Checks especially over checks are an implement of torture.
Your horse should have a natural head carriage, but be "on the bit"


----------



## gamingirl22 (Aug 1, 2011)

Oh so it's not a neccesary piece for 4-H equipment? Awesome! I hated using that thing anyway! But how will I know if her head is too low without the check piece?


----------



## gamingirl22 (Aug 1, 2011)

And what is a good natural head carriage?? Level with the withers?


----------



## stevenson (Sep 12, 2011)

head is to low if her head drops below withers. Her natural head set , watch her in pasture , see how she naturally carries her head. 
You can also google pics of mini horse shows. Look and see how they have thier heads. It would be much easier then explaining


----------



## greentree (Feb 27, 2013)

I think you need some eyes on the ground, as in driving lesson. Where the pony carries its head is more of a "feel" than "see", since you are behind it.

If you have been driving in an overcheck, and you take it off and there is not a huge change, it is probably OK.

Good Luck at the show!! We WILL need pictures!!

Nancy


----------



## churumbeque (Dec 20, 2009)

You need to check the rules if they have them. Some shows require a over check.


----------



## GreySorrel (Mar 5, 2012)

Taffy has a point that if they are too tight, I would rather see none than one....however, it is part of the harness and I have side checks on my draft harness...I use them but they are loose, as I don't interfere with their natural head set and the way they carry it. The shows I have been at, it was part of the harness, so required to be there. 

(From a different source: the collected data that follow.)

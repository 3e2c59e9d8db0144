import fc from 'fast-check';
import { describe, expect, test } from 'vitest';
import { EVENT_QUARTER, EVENT_REVERSED } from '../../../lib/status.ts';
import { biasPhases } from '../../../sim/hardware/bias.ts';
import { CLIP_SENSOR } from '../../../sim/hardware/clip.ts';
import type { SensorUnit } from '../../../sim/hardware/draw.ts';
import { Sensor, sensorLine } from '../../../sim/hardware/sensor.ts';
import { AT_HOME, sensorUnit } from './parts.ts';
import { density } from './spectrum.ts';

const STEP_SECONDS = 1e-6;

interface Settings {
  surroundings?: typeof AT_HOME;
  gridFactor?: number;
  trial?: number;
  stepSeconds?: number;
}

function sensorOf(sensor: SensorUnit, capacity: number, settings: Settings = {}): Sensor {
  const { surroundings = AT_HOME, gridFactor = 1, trial = 0, stepSeconds = STEP_SECONDS } = settings;
  const model = new Sensor(sensor, { stepSeconds, gridFactor, capacity, seed: 1, trial });
  model.surround(surroundings);
  return model;
}

function outputs(sensor: SensorUnit, field: Float64Array, settings: Settings = {}) {
  const volts = Float64Array.from(field);
  const marks = new Uint8Array(field.length);
  const model = sensorOf(sensor, field.length, settings);
  model.process(volts, marks, field.length);
  return { volts, marks, clips: model.clips };
}

test('a steady field of B gives rest + sensitivity * B', () => {
  const { volts } = outputs(sensorUnit(), new Float64Array(10).fill(12e-3));
  // 2.5 V + 50 mV/mT * 12 mT
  for (const v of volts) expect(v).toBeCloseTo(3.1, 12);
});

test('drift with temperature is counted from 25 °C', () => {
  const drifting = sensorUnit({ sensitivityDrift_ppm_per_K: -500, restDrift_mV_per_K: 0.4 });
  const cold = sensorLine(drifting, { ...AT_HOME, sensorCelsius: -40 });
  expect(cold.restVolts).toBeCloseTo(2.5 - 0.0004 * 65, 12);
  expect(cold.voltsPerTesla).toBeCloseTo(50 * (1 + 500e-6 * 65), 12);
  expect(sensorLine(drifting, AT_HOME)).toEqual({ restVolts: 2.5, voltsPerTesla: 50 });
});

test('a ratiometric sensor scales rest and sensitivity with the supply, another one does not', () => {
  const low = { ...AT_HOME, supplyRatio: 0.9 };
  expect(sensorLine(sensorUnit({ ratiometric: true }), low)).toEqual({ restVolts: 2.25, voltsPerTesla: 45 });
  expect(sensorLine(sensorUnit(), low)).toEqual({ restVolts: 2.5, voltsPerTesla: 50 });
});

test('the swing clips, and every clipped point is marked and counted', () => {
  const field = Float64Array.from({ length: 400 }, (_, n) => (n < 200 ? 60e-3 : n < 300 ? -60e-3 : 0));
  const { volts, marks, clips } = outputs(sensorUnit({ bandwidth_kHz: 1e5 }), field);
  expect(Math.max(...volts)).toBe(4.8);
  expect(Math.min(...volts)).toBe(0.2);
  const marked = [...marks].filter((mark) => mark === CLIP_SENSOR).length;
  // 60 mT * 50 mV/mT = 3 V beside rest is outside on both sides; the pole is far faster than a step
  expect(marked).toBe(300);
  expect(clips).toBe(300);
});

test('an output exactly at the limit of the swing is not clipped', () => {
  expect(outputs(sensorUnit({ rest_V: 4.8 }), new Float64Array(5)).clips).toBe(0);
});

test('white noise behind the pole is sensitivity * density * sqrt(pi/2 * corner)', () => {
  const count = 200_000;
  const noisy = sensorUnit({ noise_uT_per_rtHz: 0.5, bandwidth_kHz: 50 });
  const { volts } = outputs(noisy, new Float64Array(count));
  const power = volts.reduce((sum, v) => sum + (v - 2.5) ** 2, 0) / count;
  const expected = (50 * 0.5e-6) ** 2 * (Math.PI / 2) * 50e3;
  // correlated squares of a first-order process: variance of their mean 2/N (1 + rho^2)/(1 - rho^2)
  const rho2 = Math.exp(-4 * Math.PI * 50e3 * STEP_SECONDS);
  expect(Math.abs(power / expected - 1)).toBeLessThan(5 * Math.sqrt((2 / count) * (1 + rho2) / (1 - rho2)));
});

test('white noise and 1/f noise in a band: density^2 * (fh - fl + fc ln(fh/fl))', () => {
  // 1 uT/rtHz, corner 1 kHz, 20 Hz to 10 kHz; grid of 32 steps for one period of the sensor's corner of 10 kHz
  const stepSeconds = 1 / 320e3;
  const noisy = sensorUnit({ noise_uT_per_rtHz: 1, noiseCorner_Hz: 1000, bandwidth_kHz: 10 });
  const { volts } = outputs(noisy, new Float64Array(2 ** 21), { stepSeconds });
  const segment = 2 ** 17;
  const hertz = 1 / (segment * stepSeconds);
  const spectrum = density(volts, segment, stepSeconds);
  let power = 0;
  const first = 8;
  const last = Math.floor(1e4 / hertz);
  for (let k = first; k <= last; k++) power += spectrum[k] * hertz * (1 + (k * hertz / 1e4) ** 2);
  const low = (first - 0.5) * hertz;
  const high = (last + 0.5) * hertz;
  const expected = (50 * 1e-6) ** 2 * (high - low + 1000 * Math.log(high / low));
  // power of the 1/f bins varies by sqrt(sum (fc/f)^2 df) = 340 of 16 200, of the white ones less, over 16 segments:
  // 0.6 %; 5 of that is 3 % in power. The grid folds r^2/12 = 0.3 %, the density is within 2 % of 1/f in its part
  expect(Math.abs(Math.sqrt(power / expected) - 1)).toBeLessThan(0.02);
  // and by octaves, each within 5/sqrt(bins * 16 * 0.8), the share of overlapped Hann segments, and that 2 %
  for (let from = 8; from < 2048; from *= 2) {
    let sum = 0;
    let exact = 0;
    for (let k = from; k < 2 * from; k++) {
      sum += spectrum[k] * (1 + (k * hertz / 1e4) ** 2);
      exact += (50 * 1e-6) ** 2 * (1 + 1000 / (k * hertz));
    }
    expect(Math.abs(sum / exact - 1)).toBeLessThan(5 / Math.sqrt(from * 16 * 0.8) + 0.02);
  }
});

test('1/f noise with a corner near that of the sensor keeps its density up to there', () => {
  // corner 20 kHz, sensor 50 kHz, 20 steps for one period of it: what noises above the grid would add is 10 % here
  const noisy = sensorUnit({ noise_uT_per_rtHz: 1, noiseCorner_Hz: 20e3 });
  const segment = 1024;
  const spectrum = density(outputs(noisy, new Float64Array(2 ** 21)).volts, segment, STEP_SECONDS);
  let ratio = 0;
  for (let k = 16; k < 32; k++) {
    const hertz = k / segment / STEP_SECONDS;
    const exact = ((50 * 1e-6) ** 2 * (1 + 20e3 / hertz)) / (1 + (hertz / 50e3) ** 2);
    ratio += spectrum[k] / exact / 16;
  }
  // 16 bins of 4095 Hann segments; the grid folds r^2/12 = 0.8 %; the rest at f = edge/4: 0.33 % of 1/f, and its ripple
  expect(Math.abs(ratio - 1)).toBeLessThan(5 / Math.sqrt(16 * 4095 * 0.8) + 0.008 + 0.007);
});

test('noise of n sensors, averaged, is down by sqrt n', () => {
  const count = 200_000;
  const powerOf = (sensors: number) => {
    const noisy = sensorUnit({ noise_uT_per_rtHz: 0.5, count: sensors });
    return outputs(noisy, new Float64Array(count)).volts.reduce((sum, v) => sum + (v - 2.5) ** 2, 0) / count;
  };
  const expected = (50 * 0.5e-6) ** 2 * (Math.PI / 2) * 50e3;
  const rho2 = Math.exp(-4 * Math.PI * 50e3 * STEP_SECONDS);
  const allowed = 5 * Math.sqrt((2 / count) * (1 + rho2) / (1 - rho2));
  for (const sensors of [2, 4, 9]) expect(Math.abs(powerOf(sensors) * sensors / expected - 1)).toBeLessThan(allowed);
});

describe('several sensors', () => {
  test('mismatch is uniform for each sensor, and none in trial 0', () => {
    const field = new Float64Array(1).fill(10e-3);
    const unit = (count: number) => sensorUnit({ count, mismatch_percent: 10, noise_uT_per_rtHz: 0 });
    expect(outputs(unit(4), field).volts[0]).toBeCloseTo(3, 12);
    let squares = 0;
    const trials = 4000;
    for (let trial = 1; trial <= trials; trial++) {
      const relative = (outputs(unit(4), field, { trial }).volts[0] - 2.5) / 0.5 - 1;
      expect(Math.abs(relative)).toBeLessThanOrEqual(0.1);
      squares += relative * relative / trials;
    }
    // mean of four uniforms of half-width 0.1: variance 0.01/3/4, its square nearly normal
    expect(Math.abs(squares / (0.01 / 12) - 1)).toBeLessThan(5 * Math.sqrt(2 / trials));
  });

  test('one that clips alone is marked, and pulls the mean', () => {
    const unit = sensorUnit({ count: 2, mismatch_percent: 50 });
    // the weaker and the stronger one in the mean of two: somewhere the stronger one clips first
    const field = Float64Array.from({ length: 400 }, (_, n) => n * 0.3e-3);
    const { volts, marks } = outputs({ ...unit, bandwidth_kHz: 1e5 }, field, { trial: 1 });
    const first = marks.indexOf(CLIP_SENSOR);
    expect(first).toBeGreaterThan(0);
    expect(volts[first]).toBeLessThan(4.8);
    const slope = volts[first - 1] - volts[first - 2];
    const later = volts[first + 2] - volts[first + 1];
    expect(later).toBeLessThan(slope * 0.9);
    expect(later).toBeGreaterThan(0);
  });
});

describe('nonlinearity', () => {
  test.each([1.5, -2])('%s %% at 50 mT is that share there, an eighth of it at half, odd in the field', (share) => {
    const bent = sensorUnit({ nonlinearity_percent: share, linearTo_mT: 50, swingLow_V: -10, swingHigh_V: 10 });
    const at = (field: number) => outputs(bent, Float64Array.of(field)).volts[0] - 2.5;
    expect(at(50e-3)).toBeCloseTo(2.5 * (1 + share / 100), 12);
    expect(at(25e-3)).toBeCloseTo(1.25 + 2.5 * share / 100 / 8, 12);
    expect(at(-30e-3)).toBeCloseTo(-at(30e-3), 12);
  });

  test('a sine gets a third harmonic of A^3/4 times the coefficient', () => {
    // B + c B^3 with B = A sin: third harmonic -c A^3/4 (textbook identity); c A^2 = 2 %
    const bent = sensorUnit({ nonlinearity_percent: 2, linearTo_mT: 40, bandwidth_kHz: 1e5 });
    const points = 1000;
    const field = Float64Array.from({ length: points }, (_, n) => 40e-3 * Math.sin(2 * Math.PI * n / points));
    const { volts } = outputs(bent, field);
    let third = 0;
    for (let n = 0; n < points; n++) third += (2 / points) * (volts[n] - 2.5) * Math.sin(6 * Math.PI * n / points);
    // pole and straight lines: (3/1000)^2 and the lag of 1.6e-3 steps, and the start
    expect(Math.abs(third + 2 * 0.02 / 4)).toBeLessThan(1e-5);
  });

  test('a falling cubic is held where it would turn back, and marked', () => {
    const bent = sensorUnit({ nonlinearity_percent: -20, linearTo_mT: 10, swingHigh_V: 100 });
    // turns at 10 mT/sqrt(0.6) = 12.91 mT, where f is two thirds of that
    const { volts, marks } = outputs(bent, new Float64Array(3).fill(30e-3));
    expect(volts[2] - 2.5).toBeCloseTo(50 * (2 / 3) * 0.01 / Math.sqrt(0.6), 12);
    expect(marks[2]).toBe(CLIP_SENSOR);
  });
});

test('wander is a random walk of the rest output: after an hour its deviation is the figure of the file', () => {
  // 1 kHz grid, so that an hour of many units stays cheap: 36 s, a tenth of the root of an hour
  let squares = 0;
  const trials = 200;
  const unit = sensorUnit({ wander_uT_per_rth: 400, bandwidth_kHz: 10 });
  for (let trial = 1; trial <= trials; trial++) {
    const { volts } = outputs(unit, new Float64Array(36_001), { trial, stepSeconds: 1e-3 });
    squares += (volts[36_000] - 2.5) ** 2 / trials;
  }
  expect(Math.abs(squares / (50 * 400e-6 / 10) ** 2 - 1)).toBeLessThan(5 * Math.sqrt(2 / trials));
});

test('a temperature that changes moves the output through the pole, without a jump at the change', () => {
  const drifting = sensorUnit({ restDrift_mV_per_K: 10 });
  const model = sensorOf(drifting, 100);
  const volts = new Float64Array(100);
  model.process(volts.subarray(0, 50), new Uint8Array(50), 50);
  model.surround({ ...AT_HOME, sensorCelsius: 35 });
  model.process(volts.subarray(50), new Uint8Array(50), 50);
  expect(volts[49]).toBe(2.5);
  // 50 kHz: tau = 3.18 steps; a ramp of one step, then exp
  const tau = 1 / (2 * Math.PI * 0.05);
  for (let n = 50; n < 100; n++) {
    const left = -tau * Math.expm1(-1 / tau) * Math.exp(-(n - 50) / tau);
    expect(volts[n]).toBeCloseTo(2.5 + 0.1 * (1 - left), 12);
  }
});

describe('switched bias', () => {
  const field = 3e-3;
  const plate = 2;

  /** Mean of the last point of each phase, when the fast pole has settled, with the event bits of the phase. */
  function phaseVolts(bias: SensorUnit['bias'], phases: number): number[] {
    const samples = 4;
    const factor = 8;
    const unit = sensorUnit({ bias, biasPhase_samples: samples, plateOffset_mT: plate, bandwidth_kHz: 1e4 });
    const { volts } = outputs(unit, new Float64Array(samples * factor * phases).fill(field), { gridFactor: factor });
    return Array.from({ length: phases }, (_, k) => volts[samples * factor * (k + 1) - 1]);
  }

  test('steady bias adds no plate offset: it is part of the rest output', () => {
    expect(phaseVolts('steady', 2)).toEqual([2.65, 2.65]);
  });

  test('reversal: half the difference keeps the signal and the plate offset, and drops the rest output', () => {
    const [v0, v1, again] = phaseVolts('reversal', 3);
    expect((v0 - v1) / 2).toBeCloseTo(50 * (field + plate * 1e-3), 12);
    expect((v0 + v1) / 2).toBeCloseTo(2.5, 12);
    expect(again).toBeCloseTo(v0, 12);
  });

  test('quarter turn: (V0 + V90 - V180 - V270)/4 keeps only the signal', () => {
    const [v0, v90, v180, v270, again] = phaseVolts('quarter turn', 5);
    expect((v0 + v90 - v180 - v270) / 4).toBeCloseTo(50 * field, 12);
    expect((v0 - v90 - v180 + v270) / 4).toBeCloseTo(50 * plate * 1e-3, 12);
    expect((v0 + v90 + v180 + v270) / 4).toBeCloseTo(2.5, 12);
    expect(again).toBeCloseTo(v0, 12);
  });

  test('the event bits say in which phases the signal is reversed', () => {
    for (const bias of ['steady', 'reversal', 'quarter turn'] as const) {
      for (const phase of biasPhases(bias)) expect((phase.events & EVENT_REVERSED) !== 0).toBe(phase.signal === -1);
    }
    expect(new Set(biasPhases('quarter turn').map((phase) => phase.events)))
      .toEqual(new Set([0, EVENT_QUARTER, EVENT_REVERSED, EVENT_REVERSED | EVENT_QUARTER]));
  });

  test('how the input is cut changes nothing, phases and noise included', () => {
    const unit = sensorUnit({
      bias: 'quarter turn', biasPhase_samples: 3, plateOffset_mT: 1, noise_uT_per_rtHz: 1, noiseCorner_Hz: 1e4,
      wander_uT_per_rth: 1e4, nonlinearity_percent: -3, count: 2, mismatch_percent: 5,
    });
    const settings = { gridFactor: 5, trial: 1 };
    fc.assert(fc.property(fc.array(fc.integer({ min: 1, max: 30 }), { minLength: 1, maxLength: 10 }), (cuts) => {
      const length = cuts.reduce((sum, cut) => sum + cut, 0);
      const given = Float64Array.from({ length }, (_, n) => 1e-3 * Math.sin(n));
      const whole = outputs(unit, given, settings).volts;
      const parts = Float64Array.from(given);
      const model = sensorOf(unit, 30, settings);
      let start = 0;
      for (const cut of cuts) {
        model.process(parts.subarray(start, start + cut), new Uint8Array(cut), cut);
        start += cut;
      }
      expect([...parts]).toEqual([...whole]);
    }));
  });
});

Do you have any driving experience at all? Do you have someone who does who can mentor you? What are they teaching in the 4-H class about driving? Before you drive and/or show, PLEASE get lessons and work with someone who knows what they are doing. I would never suggest anyone show if they have no clue.


----------



## gamingirl22 (Aug 1, 2011)

Yes my aunt has been driving minis and has been giving me tips and I've been watching lots of videos! She is doing great without the overcheck and I will have to check the rules next year and see if it is needed or not, but if it is, then I will just put it on very loose. My mini is doing great! Thanks for the advice! I will update you later on about the shows.


----------



## Clayton Taffy (May 24, 2011)

Ah!! Photos!!!


----------



## gamingirl22 (Aug 1, 2011)

How do I put a picture on here??


----------



## Clayton Taffy (May 24, 2011)

Click on the go advanced button under the reply box.

click on the paperclip icon just to the right of the smile face.
then follow the prompts to choose a file
Then click on upload, 
when finished uploading close that "Manage attachments" box.

Lastly you have to click on the paperclip icon again, then click on the photo you uploaded and that will put the uploaded photo in the reply box

Then press submit reply.


----------